If you require a qualitative improvement rather than merely speeding up the rate of computation to be a superintelligence then the definition risks being empty. In many important cognitive tasks humans already implement the theoretically optimal algorithm or nearly do so. Lots of problems (eg search on unordered data on classical TM) have no better solution than just brute force and this likely includes quite a few tasks we care quite a bit about (maybe even in social interactions). Sure, maybe an AI could optimize away the part where our slow human brain slogs through (tho arg we have as well w/ computers) but that just sounds like increased processing speed.
Finally, does that superiority measure resource usage? Does a superintelligence need to beat us on a watt for watt comparison or could it use the computing capacity of the planet.
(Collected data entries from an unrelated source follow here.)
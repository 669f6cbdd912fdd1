import { AnalysisError } from './analysis-error';
import { nanometres, positiveLength } from './check-input';
import { feetInchesText } from './feet-inches-text';
import { exactDecimal, notUnderstood, plainLengthText, type ExactLength } from './length-text';
import type { Graduation, LengthStyle } from './types';
import { NM_PER_FOOT, NM_PER_INCH, NM_PER_METRE, NM_PER_MILLIMETRE, type Nm } from './units';

/** Fractions are read and printed to 64ths, decimal feet to 0.00001 ft; finer marks are not whole nanometres. */
const NM_PER_64TH = 396_875;
const NM_PER_FINEST_FOOT_DECIMAL = 3_048;
const METRIC_UNITS: Record<string, number> = { mm: NM_PER_MILLIMETRE, cm: 10_000_000, m: NM_PER_METRE };

export interface ParseLengthOptions {
  /** Feet-inches only: this field takes decimals of an inch too, `4' 7.25"`. */
  decimalInches?: boolean;
}

function decimalFeetText(body: string, text: string): ExactLength {
  if (body.includes(',')) {
    throw new AnalysisError('length-decimal-comma', `"${text}" has a comma; decimal feet take a point.`, { text });
  }
  const digits = /^(\d+\.?\d*|\.\d+) ?(?:'|ft\.?|feet|foot)?$/i.exec(body)?.[1];
  if (digits === undefined) throw notUnderstood(text);
  return exactDecimal(digits, NM_PER_FOOT);
}

function metricText(body: string, text: string): ExactLength {
  const [, keyed, unit] = /^(\d+[.,]?\d*|[.,]\d+) ?(mm|cm|m)?$/i.exec(body) ?? [];
  if (keyed === undefined) throw notUnderstood(text);
  const digits = keyed.replace(',', '.');
  const said = unit === undefined ? undefined : METRIC_UNITS[unit.toLowerCase()];
  if (said !== undefined) return exactDecimal(digits, said);
  if (digits.includes('.')) return exactDecimal(digits, NM_PER_METRE);
  if (digits.length >= 3) return exactDecimal(digits, NM_PER_MILLIMETRE);
  const count = Number(digits);
  throw new AnalysisError('length-ambiguous-metric', `"${text}" could be metres or millimetres.`, {
    text,
    asMetres: count * NM_PER_METRE,
    asMillimetres: count * NM_PER_MILLIMETRE,
  });
}

function exactText(body: string, text: string, style: LengthStyle, options: ParseLengthOptions): ExactLength {
  switch (style) {
    case 'feet-inches':
      return feetInchesText(body, text, options.decimalInches === true);
    case 'decimal-feet':
      return decimalFeetText(body, text);
    case 'metric':
      return metricText(body, text);
    default:
      throw new AnalysisError('unknown-length-style', `There is no length style "${String(style)}".`, { style });
  }
}

/** Whole nanometres on a mark, or the two marks that it lies between. */
function onMark(exact: ExactLength, negative: boolean, graduation: Graduation, text: string): Nm {
  const mark = BigInt(graduation);
  const below = exact.numerator / (exact.denominator * mark);
  const between = exact.numerator % (exact.denominator * mark) !== 0n;
  const low = Number(below * mark);
  const high = Number((below + 1n) * mark);
  if (high > Number.MAX_SAFE_INTEGER)
    throw new AnalysisError('length-too-long', `"${text}" is longer than can be kept.`, { text });
  if (between) {
    const marks = negative ? { below: -high, above: low === 0 ? 0 : -low } : { below: low, above: high };
    throw new AnalysisError('length-finer-than-read', `"${text}" lies between two marks.`, { text, graduation, ...marks });
  }
  return negative && low !== 0 ? -low : low;
}

function wholeGraduation(graduation: Graduation): Graduation {
  const checked = positiveLength('graduation', graduation);
  if (!Number.isInteger(checked)) {
    throw new AnalysisError('bad-graduation', `A graduation is whole nanometres, got ${graduation}.`, { graduation });
  }
  return checked;
}

/**
 * Reads a length as it was keyed, exactly.
 * @param graduation finest mark read, nm; absent: 64ths of an inch, or whole nanometres
 * @returns whole nanometres, with the sign that was keyed
 * @throws AnalysisError, one code for each refusal: 'length-empty', 'length-not-understood', 'length-bare-number', 'length-ambiguous-metric'
 *   (details asMetres, asMillimetres), 'length-finer-than-read' (details below, above in nm), 'length-decimal-comma', 'length-decimal-inches',
 *   'length-inches-over-twelve', 'length-bad-fraction', 'length-too-long', 'bad-graduation', 'unknown-length-style'
 * @example parseLength(`4' 7 3/16"`, 'feet-inches') // 1_401_762_500
 */
export function parseLength(text: string, style: LengthStyle, graduation?: Graduation, options: ParseLengthOptions = {}): Nm {
  const { negative, body } = plainLengthText(text);
  const exact = exactText(body, text, style, options);
  return onMark(exact, negative, graduation === undefined ? 1 : wholeGraduation(graduation), text);
}

function needsMultipleOf(finest: Nm, graduation: Graduation, style: LengthStyle): void {
  if (graduation % finest !== 0) {
    throw new AnalysisError('bad-graduation', `A graduation of ${graduation} nm cannot be written in ${style}.`, {
      graduation,
      style,
    });
  }
}

/** Half away from zero; the remainder of two doubles is exact, so a half is never missed. */
function roundedTo(length: Nm, graduation: Graduation): { negative: boolean; size: Nm } {
  const size = Math.abs(length);
  const rest = size % graduation;
  const rounded = size - rest + (2 * rest >= graduation ? graduation : 0);
  return { negative: length < 0 && rounded > 0, size: nanometres('length', rounded) };
}

function feetInches(size: Nm): string {
  const feet = Math.floor(size / NM_PER_FOOT);
  const inches = Math.floor((size % NM_PER_FOOT) / NM_PER_INCH);
  let over = (size % NM_PER_INCH) / NM_PER_64TH;
  let under = 64;
  while (over > 0 && over % 2 === 0) {
    over /= 2;
    under /= 2;
  }
  const fraction = over > 0 ? `${over}/${under}` : '';
  const inchPart =
    inches > 0 || feet > 0 || fraction === '' ? [String(inches), fraction].filter((part) => part !== '').join(' ') : fraction;
  return feet > 0 ? `${feet}′ ${inchPart}″` : `${inchPart}″`;
}

/** `size` in `unit`, with the fewest decimals that show every mark of the graduation. */
function decimals(size: Nm, unit: Nm, graduation: Graduation): string {
  let places = 0;
  let step = unit;
  while (graduation % step !== 0) {
    step /= 10;
    places += 1;
  }
  const digits = String(Math.round(size / step)).padStart(places + 1, '0');
  return places === 0 ? digits : `${digits.slice(0, -places)}.${digits.slice(-places)}`;
}

/**
 * Prints a length at a graduation, rounding half away from zero: `4′ 7 3/16″`, `4.60 ft`, `1.402 m`, with a real minus.
 * `parseLength` reads every one of them back.
 * @throws AnalysisError 'bad-graduation' when the style cannot write it (feet-inches: whole 64ths of an inch; decimal feet: whole 0.00001 ft)
 */
export function formatLength(length: Nm, style: LengthStyle, graduation: Graduation): string {
  const mark = wholeGraduation(graduation);
  const { negative, size } = roundedTo(nanometres('length', length), mark);
  const sign = negative ? '−' : '';
  switch (style) {
    case 'feet-inches':
      needsMultipleOf(NM_PER_64TH, mark, style);
      return `${sign}${feetInches(size)}`;
    case 'decimal-feet':
      needsMultipleOf(NM_PER_FINEST_FOOT_DECIMAL, mark, style);
      return `${sign}${decimals(size, NM_PER_FOOT, mark)} ft`;
    case 'metric':
      return `${sign}${decimals(size, NM_PER_METRE, mark)} m`;
    default:
      throw new AnalysisError('unknown-length-style', `There is no length style "${String(style)}".`, { style });
  }
}
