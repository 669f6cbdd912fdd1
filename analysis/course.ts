import { AnalysisError } from './analysis-error';
import { checkedRuns, runAgainstLine } from './bed-volume';
import { inRange, lengthFromZero, nanometres, notNegative, positive, positiveLength } from './check-input';
import { cheapestHeight, type LiftedRun } from './least-material';
import { segmentsOf } from './profile';
import type { BedRule, CourseGroup, CourseOption, FlaggedBed, WallRun } from './types';
import { NM3_PER_CUBIC_METRE, type Nm } from './units';

export { bedVolume } from './bed-volume';
export { materials, shimPack, type MaterialNeed } from './materials';

interface CheckedRule extends BedRule {
  weights: { bed: number; grind: number };
}

/** Grinding a litre of concrete is taken to be worth ten litres of bed, unless said otherwise. */
const DEFAULT_WEIGHTS = { bed: 1, grind: 10 };

function checkedRule(rule: BedRule): CheckedRule {
  const least = lengthFromZero('least', rule.least);
  const most = lengthFromZero('most', rule.most);
  if (least > most) throw new AnalysisError('bed-rule-contradicts', 'The least bed is thicker than the most.', { least, most });
  const beddedFraction = positive('beddedFraction', rule.beddedFraction);
  if (beddedFraction > 1) {
    throw new AnalysisError('fraction-over-one', 'No more than the whole width can be bedded.', { beddedFraction });
  }
  const weights = rule.weights ?? DEFAULT_WEIGHTS;
  return {
    least,
    most,
    nominal: nanometres('nominal', rule.nominal),
    grindMost: lengthFromZero('grindMost', rule.grindMost),
    beddedFraction,
    courseHeight: rule.courseHeight === null ? null : positiveLength('courseHeight', rule.courseHeight),
    weights: { bed: notNegative('weights.bed', weights.bed), grind: notNegative('weights.grind', weights.grind) },
  };
}

/** Whole courses that `under` lies below `top`, or null when it is not a whole number of them. */
function wholeCourses(top: Nm, under: Nm, courseHeight: Nm | null): number | null {
  if (top === under) return 0;
  if (courseHeight === null) return null;
  const courses = Math.round((top - under) / courseHeight);
  return Math.abs(top - under - courses * courseHeight) < 0.5 ? courses : null;
}

interface Members {
  planGrade: Nm;
  lifted: (LiftedRun & { coursesDown: number })[];
}

/** The highest run takes with it all that lie whole courses under it; what is left groups again about its own highest. */
function groupRuns(runs: readonly WallRun[], courseHeight: Nm | null): Members[] {
  const groups: Members[] = [];
  let left = runs;
  while (left.length > 0) {
    const planGrade = left.reduce((top, run) => Math.max(top, run.planGrade), -Infinity);
    const joined = (run: WallRun) => wholeCourses(planGrade, run.planGrade, courseHeight);
    groups.push({
      planGrade,
      lifted: left.flatMap((run) => {
        const coursesDown = joined(run);
        return coursesDown === null ? [] : [{ run, coursesDown, lift: coursesDown * (courseHeight ?? 0) }];
      }),
    });
    left = left.filter((run) => joined(run) === null);
  }
  return groups;
}

function flaggedBeds({ lifted }: Members, elevation: Nm, rule: CheckedRule): FlaggedBed[] {
  return lifted.flatMap(({ run, lift }) =>
    run.profile.flatMap((point): FlaggedBed[] => {
      const bed = elevation - (point.elevation + lift);
      if (bed >= rule.least && bed <= rule.most) return [];
      const thin = bed < rule.least;
      return [
        {
          run: run.id,
          station: point.station,
          bed,
          why: thin ? 'too-thin' : 'too-thick',
          grindable: thin && rule.least - bed <= rule.grindMost,
        },
      ];
    }),
  );
}

function planArea(run: WallRun): number {
  return segmentsOf(run.profile).reduce((sum, { length }) => sum + length * run.width, 0);
}

function optionAt(
  kind: CourseOption['kind'],
  elevation: Nm,
  group: Members,
  extremes: { low: Nm; high: Nm },
  rule: CheckedRule,
): CourseOption {
  let bed = 0;
  let grind = 0;
  let grindLength = 0;
  for (const { run, lift } of group.lifted) {
    // Ground down to the least bed where it would be thinner: over that line is dust, under it is bed, and the least bed is everywhere.
    const { below, above, aboveLength } = runAgainstLine(run, elevation - rule.least, lift);
    bed += below + planArea(run) * rule.least;
    grind += above;
    grindLength += aboveLength;
  }
  return {
    kind,
    elevation,
    bedVolume: inRange('bedVolume', (bed * rule.beddedFraction) / NM3_PER_CUBIC_METRE),
    grindVolume: inRange('grindVolume', grind / NM3_PER_CUBIC_METRE),
    grindLength,
    leastBed: elevation - extremes.high,
    mostBed: elevation - extremes.low,
    flagged: flaggedBeds(group, elevation, rule),
  };
}

/** Least weighted material with every bed at most `most` and every grind at most `grindMost`; where both cannot be, least material alone. */
function leastMaterialElevation(group: Members, extremes: { low: Nm; high: Nm }, rule: CheckedRule): Nm {
  const height = cheapestHeight(group.lifted, { fill: rule.weights.bed * rule.beddedFraction, grind: rule.weights.grind });
  const best = Math.round(height ?? extremes.high) + rule.least;
  const from = extremes.high - rule.grindMost + rule.least;
  const to = extremes.low + rule.most;
  return from > to ? best : Math.min(Math.max(best, from), to);
}

function planGroup(group: Members, rule: CheckedRule): CourseGroup {
  const surfaces = group.lifted.flatMap(({ run, lift }) => run.profile.map(({ elevation }) => elevation + lift));
  const extremes = {
    low: surfaces.reduce((low, z) => Math.min(low, z), Infinity),
    high: surfaces.reduce((high, z) => Math.max(high, z), -Infinity),
  };
  const from = extremes.high + rule.least;
  const to = extremes.low + rule.most;
  const option = (kind: CourseOption['kind'], elevation: Nm) => optionAt(kind, elevation, group, extremes, rule);
  return {
    runs: group.lifted.map(({ run }) => run.id),
    coursesDown: Object.fromEntries(group.lifted.map(({ run, coursesDown }) => [run.id, coursesDown])),
    window: from <= to ? { from, to } : null,
    shortBy: Math.max(0, from - to),
    options: [
      option('no-grinding', from),
      option('least-material', leastMaterialElevation(group, extremes, rule)),
      option('plan-height', group.planGrade + rule.nominal),
    ],
  };
}

/**
 * Heights at which the first course can run.
 *
 * Runs whose plan grade lies whole courses under the highest join it, their surfaces lifted by as many; the rest group again about their own
 * highest run, with an elevation of their own. Per group, the `window` holds every elevation with no grinding and no flagged bed,
 * [highest surface + least, lowest surface + most], its ends included; null, and `shortBy` how much, where there is none.
 *
 * Elevations are those over the highest run of the group: a run m courses down has its first course m · courseHeight lower. Options: no-grinding,
 * least-material (weights 1 for bed and 10 for grinding unless the rule says), plan-height. `leastBed` and `mostBed` are course − surface before
 * grinding; a bed as laid is never under `least`, since the surface is ground there. Volumes in cubic metres, bed times `beddedFraction`.
 * @throws AnalysisError as for runs and lengths; 'bed-rule-contradicts' | 'fraction-over-one' | 'profile-empty' (details run)
 */
export function planCourse(runs: WallRun[], rule: BedRule): CourseGroup[] {
  const bedRule = checkedRule(rule);
  const checked = checkedRuns(runs);
  for (const { id, profile } of checked) {
    if (profile.length === 0) throw new AnalysisError('profile-empty', `Run ${id} has no surface.`, { run: id });
  }
  return groupRuns(checked, bedRule.courseHeight).map((group) => planGroup(group, bedRule));
}

export type WallAnswer = 'yes' | 'after-grinding' | 'no';

/**
 * Can the wall be set? A window in every group: yes. Else, if some height of each group leaves every thin place grindable and none too thick
 * (its window is short by no more than may be ground): after grinding. Else no.
 * @throws AnalysisError 'no-groups' | 'not-finite' | 'negative'
 */
export function canWallBeSet(groups: readonly CourseGroup[], rule: Pick<BedRule, 'grindMost'>): WallAnswer {
  const grindMost = lengthFromZero('grindMost', rule.grindMost);
  if (groups.length === 0) throw new AnalysisError('no-groups', 'There is nothing to set a wall on.');
  if (groups.every(({ window }) => window !== null)) return 'yes';
  return groups.every(({ shortBy }) => shortBy <= grindMost) ? 'after-grinding' : 'no';
}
These are just a few concerns but they illustrate the inadequacy of the definition. And it's not just nitpicking. This loose way of talking about superintelligence invites us, w/o adequate argument, to assume the relationship we will have to AI is akin to the relationship you have with your dumb family members/friends. And even if that was the relationship, remember that your dumb friends wouldn't seem so easily dominated if they hadn't decided not to put in much effort into intellectual issues.
Self-improvement
When it comes to talking about self-improvement the discussion is totally missing any notion of rate, extent or qualitative measure. The tendency is for people to assume that since technology seems to happen fast somehow so will this self-improvement but why should that be?
I mean we are already capable of self-improvement. We change the culture we pass down over time and as a result a child born today ends up learning more math, history and all sorts of problem solving tools in school that an ancient Roman kid wouldn't have learned [1]. Will AI self-improvement be equally slow? If it doesn't improve itself any faster than we improve our intelligence no problem. So any discussion of this issue that seeks to draw any meaningful conclusions needs to make some claim about the rate of improvement and even defining such a quantitative measure seems extremely difficult.
And it's not just the instantaneous rate of self-improvement that matters but also the shape of the curve. You seem to grant that figuring out how to improve AI intelligence will take the AI some time to figure out -- it's gotta do the same kind of trial and error we did to build it in the first place -- and won't be instantaneous. Ok, how does that time taken scale with increasing intelligence? Maybe an AI with a 100 SIQ points can build one with 101 SIQ after a week of work. But then maybe it takes 2 weeks for the 101 SIQ AI to figure out how to reach 102 and so on. Maybe it even asymptotes.
And what does any of this even mean? Is it getting much more capable or marginally capable? Why assume the former? Given the fact that there are mathematical limits on the most efficient possible algorithms shouldn't we expect an asymptote in ability? Indeed, there might be good reasons to think humans aren't far from it.
1: Ofc, I know that people will try and insist that merely having learned a bunch of skills/tricks in school that help you solve problems doesn't qualify as improving your intelligence. Why not? If it's just a measure of ability to solve relevant cognitive challenges such teaching sure seems to qualify. I think the temptation here is to import the way we use intelligence in human society as a measure of raw potential but that relies on a kind of hardware/software distinction that doesn't obviously make sense for AI (and arguably doesn't make sense for humans over long time scales -- Flynn effect).